Does the Azal Coffee franchisee's indemnity obligation end with the expiration, transfer, or termination of the franchise agreement?
Azal_Coffee Franchise · 2024 FDDAnswer from 2024 FDD Document
If this Agreement expires or terminates for any reason (including termination on a transfer), your rights to use the Intellectual Property and the Franchise Systems and all other rights associated with being an authorized Azal Coffee franchisee will cease and you must do the following:
- (a) You must immediately and permanently discontinue the use of the Intellectual Property, the Confidential Information, the Franchise Systems, and any trademarks, names, and logos confusingly similar to the Marks or Trade Dress, and any other materials that may, in any way, indicate that you are or were an Azal Coffee franchisee, or in any way associated with us.
- (b) You must immediately discontinue all advertising placed or ordered. You must remove and deliver to us all sign faces, advertising and promotional material, letterhead, forms, and any other items containing the Intellectual Property or the Confidential Information. You are responsible for the cost of sign and other identification removal and the cost of shipping signs and other materials to us. If you remain in possession of the Franchise Location, you must alter the premises to distinguish the premises from the appearance of a Store.
- (c) You must cease using the Brand Standards Manual, the Confidential Information, and all other proprietary business information provided by us and must return to us all copies of the Brand Standards Manual, the Confidential Information, and other bulletins or other materials received from us containing information about the Intellectual Property and Stores.
- (d) You must immediately and permanently cease to use all telephone and fax numbers, email addresses, website addresses, domain names and other electronic media that have been used in the Franchise Business (the "Telephone Numbers" and "Electronic Media") and if requested by us, must assign some or all of these Telephone Numbers and Electronic Media to us. You acknowledge that as between you and us, we have the sole right to all Telephone Numbers and Electronic Media used in the Franchise Business and all written and online directory listings associated with the Franchise Business. You authorize us, and appoint us and any of our officers as your attorney-in-fact, to direct the applicable service providers and all listing agencies to transfer those items to us or our agent or assignee if you fail or refuse to do so. You authorize the applicable service providers and all listing agencies to accept the direction in this Agreement as conclusive evidence of our exclusive rights in the Telephone Numbers and Electronic Media and directory listings and our authority to direct their transfer.
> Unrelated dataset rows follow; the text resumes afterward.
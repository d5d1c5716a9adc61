import { type CrossSpectra, effectiveAverages } from '../../spectra/crossSpectra';
import { ordinaryCoherence, significance } from './coherence';

/** Two inputs with at least this coherence, weighted by power, may be sensors of one quantity. */
const sameQuantity = 0.8;

/**
 * Sensors of one quantity close the triangle of phases with the desired signal: `arg S_12 + arg S_2d - arg S_1d` is 0.
 * The noise of each cancels to first order; what is left has the variance `(ν_1ν_2 + ν_1ν_d + ν_2ν_d)/(2n)`, with ν the
 * noise of each over its signal. Five times that, or a thousandth of a radian, is more than chance: each input then has
 * a path of its own.
 */
const openness = 5;
const leastOpenness = 1e-6;

/**
 * Share of noise in each input that has a second sensor of the same quantity beside it: with noises that have nothing
 * to do with each other, the signal's power in sensor 1 is `|S_12| |S_1d| / |S_2d|` (three-channel correlation;
 * Sleeman, van Wettum & Trampert, Bull. Seismol. Soc. Am. 96, 2006, from memory).
 */
export function sensorEvidence(spectra: CrossSpectra): { input: number; share: number }[] {
  const inputs = spectra.signals - 1;
  const found: { input: number; share: number }[] = [];
  for (let r = 0; r < inputs; r++) {
    for (let s = 0; s < inputs; s++) {
      if (r === s || found.some(({ input }) => input === r)) continue;
      const share = shareOf(spectra, r, s);
      if (share !== null) found.push({ input: r, share });
    }
  }
  return found;
}

/** Of input r beside input s; null where they are not sensors of one quantity. */
function shareOf(spectra: CrossSpectra, r: number, s: number): number | null {
  const { between, signals } = spectra;
  const averages = effectiveAverages(spectra);
  const [own, other, desired] = [r, s, signals - 1].map((i) => between[i][i].re);
  const pair = between[Math.min(r, s)][Math.max(r, s)];
  const one = between[r][signals - 1];
  const two = between[s][signals - 1];
  const coherence = ordinaryCoherence(spectra, r, s);
  const shown = [r, s].map((i) => ordinaryCoherence(spectra, i, signals - 1));
  const point = significance(1, averages);
  let total = 0;
  let related = 0;
  let weight = 0;
  let open = 0;
  let chance = 0;
  let looked = 0;
  let signal = 0;
  for (let f = 1; f < own.length - 1; f++) {
    total += own[f];
    related += own[f] * coherence[f];
    // Where the desired signal shows nothing of a sensor, the triangle shows nothing either.
    if (shown.some((row) => row[f] <= point) || coherence[f] <= point) continue;
    const [ab, ad, bd] = [pair, one, two].map(({ re, im }) => Math.sqrt(re[f] * re[f] + im[f] * im[f]));
    // Imaginary part of S_rs S_sd conj(S_rd), as a share of its size: the sine of the open angle.
    const turned = r < s ? pair.im[f] : -pair.im[f];
    const re = pair.re[f] * two.re[f] - turned * two.im[f];
    const im = turned * two.re[f] + pair.re[f] * two.im[f];
    const sine = (im * one.re[f] - re * one.im[f]) / (ab * ad * bd);
    const [a, b, d] = [
      (own[f] * bd) / (ab * ad) - 1,
      (other[f] * ad) / (ab * bd) - 1,
      (desired[f] * ab) / (ad * bd) - 1,
    ].map((noise) => Math.max(0, noise));
    weight += ab;
    open += ab * sine * sine;
    chance += (ab * (a * b + a * d + b * d)) / (2 * averages);
    looked += own[f];
    signal += (ab * ad) / bd;
  }
  const closed = open <= openness * chance + leastOpenness * weight;
  const same = weight > 0 && closed && related >= sameQuantity * total;
  return same ? Math.max(0, 1 - signal / looked) : null;
}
Source: Item 22 — CONTRACTS (FDD page 51)
What This Means (2024 FDD)
Based on the 2024 Azal Coffee Franchise Disclosure Document, the franchisee's obligations do not necessarily end with the expiration, transfer, or termination of the franchise agreement. Specifically, upon expiration or termination of the agreement, the franchisee must immediately discontinue using Azal Coffee's intellectual property, confidential information, and franchise systems. This includes ceasing all advertising, removing signs and promotional materials, and returning the Brand Standards Manual and other proprietary information. These obligations extend even if the termination occurs due to a transfer of the franchise.
Moreover, the franchisee and related parties are restricted from engaging in any competing business during the term of the Franchise Agreement and for three years after its termination, expiration, non-renewal, or any other end. This includes diverting business or customers, sponsoring competing businesses, or employing individuals involved in competitive activities. If a franchisee violates these non-compete provisions after the agreement ends, the prohibition period is extended until three years after the cessation of the violating activities.
In the event of a transfer of the franchise, the franchisee is required to release Azal Coffee from all liabilities and claims, known or unknown, that existed up to the date of the agreement. However, this release does not affect the franchisee's ongoing rights and obligations under the agreement. Additionally, Azal Coffee retains a lien against the assets of the franchise business until all payments and any incurred damages, costs, and expenses are fully paid. This security provision ensures that Azal Coffee can recover any outstanding amounts owed by the franchisee, even after the termination or expiration of the franchise agreement.